The first is that the "non-existent side-effects" are only non-existent in
certain circumstances, i.e. an action's effects depends heavily on the context
in which it is executed. Moving X from A to B can have lots of other effects
beyond changing the location of X depending on the circumstances. These
effects can be _arbitrary_ \-- consider for example the case where X is a
switch and A is the OFF position and B is the ON position.

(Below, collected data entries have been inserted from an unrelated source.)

"""The journal: one JSON line per device, flushed and fsynced before the result goes anywhere else.

It is the run's record of truth: the SQLite file and the CSV are rebuilt from it when they lag
behind. A crash can only leave its last line torn (a write cut short never has its newline), so
reading it back drops a torn last line with a warning and keeps everything before it. Any other
damaged line is not a crash's doing and is refused.

JSON has no infinity or NaN; a non-finite point is journalled as the text "inf", "-inf" or "nan"
and read back as the float it was.
"""

from __future__ import annotations

import json
import logging
import math
import os
from collections.abc import Iterator
from dataclasses import dataclass
from pathlib import Path
from typing import Any

from sequencer.model.errors import StoreError
from sequencer.store.oldnames import current

log = logging.getLogger(__name__)

NON_FINITE = {"inf": math.inf, "-inf": -math.inf, "nan": math.nan}


def encode_floats(values: list[float]) -> list[float | str]:
    """Floats as JSON can carry them: non-finite ones as text."""
    return [v if math.isfinite(v) else _name(v) for v in values]


def decode_floats(values: list[float | str | None]) -> list[float]:
    """The inverse of `encode_floats`; null (an older journal's over-range) reads as NaN."""
    return [math.nan if v is None else NON_FINITE[v] if isinstance(v, str) else v for v in values]


def _name(value: float) -> str:
    return "nan" if math.isnan(value) else ("inf" if value > 0 else "-inf")


@dataclass(frozen=True)
class Recovered:
    """What reading a journal back found: the good entries' count and the last sequence number,
    the byte length of the good part, and the torn tail that was dropped (b'' when none)."""

    entries: int
    last_seq: int
    good_bytes: int
    dropped: bytes


class Journal:
    """Append-only JSON Lines file; every `append` is on the disk when it returns."""

    def __init__(self, path: Path, last_seq: int = 0) -> None:
        self.path = path
        self.last_seq = last_seq
        # Unbuffered: a buffered file flushes before it truncates, so after a failed write (a
        # full disk) cutting the torn line back would fail again on the same flush.
        self._file = open(path, "ab", buffering=0)  # noqa: SIM115 - open as long as the run
        self._size = self._file.tell()

    def append(self, entry: dict[str, Any]) -> int:
        """Give the entry the next sequence number, write it as one line and fsync it.

        On a failed write the file is cut back to where it was (if it can be), so that a full
        disk leaves no torn line behind; the error propagates as OSError."""
        seq = self.last_seq + 1
        line = json.dumps({"seq": seq, **entry}, allow_nan=False, separators=(",", ":"))
        data = (line + "\n").encode()
        try:
            left = memoryview(data)
            while left:  # a raw write may take only part of the line
                left = left[self._file.write(left) or 0 :]
            os.fsync(self._file.fileno())
        except OSError:
            self._cut_back()
            raise
        self._size += len(data)
        self.last_seq = seq
        return seq

    def _cut_back(self) -> None:
        try:
            self._file.truncate(self._size)
            self._file.seek(self._size)
        except (OSError, ValueError):
            log.warning("%s: could not remove a partly written line", self.path)

    def close(self) -> None:
        self._file.close()


def read_entries(path: Path) -> Iterator[dict[str, Any]]:
    """Every complete entry in order, one at a time (a long run's journal never sits in memory).
    A torn last line is skipped; use `recover` first to warn about it and cut it off."""
    with open(path, "rb") as f:
        for number, raw in enumerate(f, start=1):
            if not raw.endswith(b"\n"):
                return  # the torn last line
            yield current(_parse(path, number, raw))


def recover(path: Path, *, cut: bool = True) -> Recovered:
    """Check the journal, cut off a torn last line (with a warning; `cut=False` only looks) and
    report what is kept. Sequence numbers run 1, 2, 3...: a repeated or missing one is a hand's
    doing, refused at its line."""
    if not path.exists():
        return Recovered(0, 0, 0, b"")
    entries, last_seq, good = 0, 0, 0
    with open(path, "rb") as f:
        raw, number = f.readline(), 1
        while raw.endswith(b"\n"):
            following = f.readline()
            entry = _parse(path, number, raw, last_line=not following)
            if entry is None:
                break
            _check_order(path, number, int(entry["seq"]), last_seq)
            entries, last_seq, good = entries + 1, int(entry["seq"]), good + len(raw)
            raw, number = following, number + 1
        f.seek(good)
        dropped = f.read()
    if dropped and cut:
        log.warning("%s: dropped a torn last line (%d bytes)", path, len(dropped))
        with open(path, "r+b") as f:
            f.truncate(good)
            os.fsync(f.fileno())
    return Recovered(entries, last_seq, good, dropped)


def _check_order(path: Path, number: int, seq: int, last_seq: int) -> None:
    if seq != last_seq + 1:
        what = "repeats entry" if seq <= last_seq else "skips to entry"
        raise StoreError(
            f"{path}:{number}: {what} {seq} after entry {last_seq} (a crash only tears the last "
            "line: the file was changed by hand); keep the folder as it is and look at that line"
        )


def append_rebuilt(path: Path, entries: list[dict[str, Any]]) -> None:
    """Write entries back that the journal lost and the database holds, each as one line."""
    with open(path, "ab") as f:
        for entry in entries:
            line = json.dumps(entry, allow_nan=False, separators=(",", ":"))
            f.write((line + "\n").encode())
        f.flush()
        os.fsync(f.fileno())


def _parse(path: Path, number: int, raw: bytes, *, last_line: bool = False) -> Any:
    try:
        entry = json.loads(raw)
        if not isinstance(entry, dict) or not isinstance(entry.get("seq"), int):
            raise ValueError("not a journal entry")
        return entry
    except ValueError:
        if last_line:
            return None  # complete but unreadable last line: treated like a torn one
        raise StoreError(
            f"{path}:{number}: damaged line before the end (not a crash's doing); "
            "keep the folder as it is and look at that line"
        ) from None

The second is that there really is no such thing as a truly non-existent side-
effect because even a null action -- waiting, doing nothing -- results in
change, and sometimes that change turns out to be the best way to achieve your
goal. For example, if you're a farmer whose goal is to water their crops, one
way to do it is to do nothing and wait for rain. But to figure out whether or
not that's what you should do you have to know an awful lot about how the
world works.

In fact, waiting and doing nothing is often an integral part of many goal-
achieving procedures. Think about, for example, traveling as a passenger on an
airplane. The usual procedure goes something like:

    
    
        Buy a ticket
        Wait
        Go to the airport
        Wait
        Board the plane
        Wait
        Disembark the plane
    

If you leave out the null actions, that procedure fails badly.

------
2sk21
I'm just happy that somebody thought it worthwhile to post this article here.
With all of the heard running towards ML, its great to see that not everyone
has forgotten GOFAI inspired issues!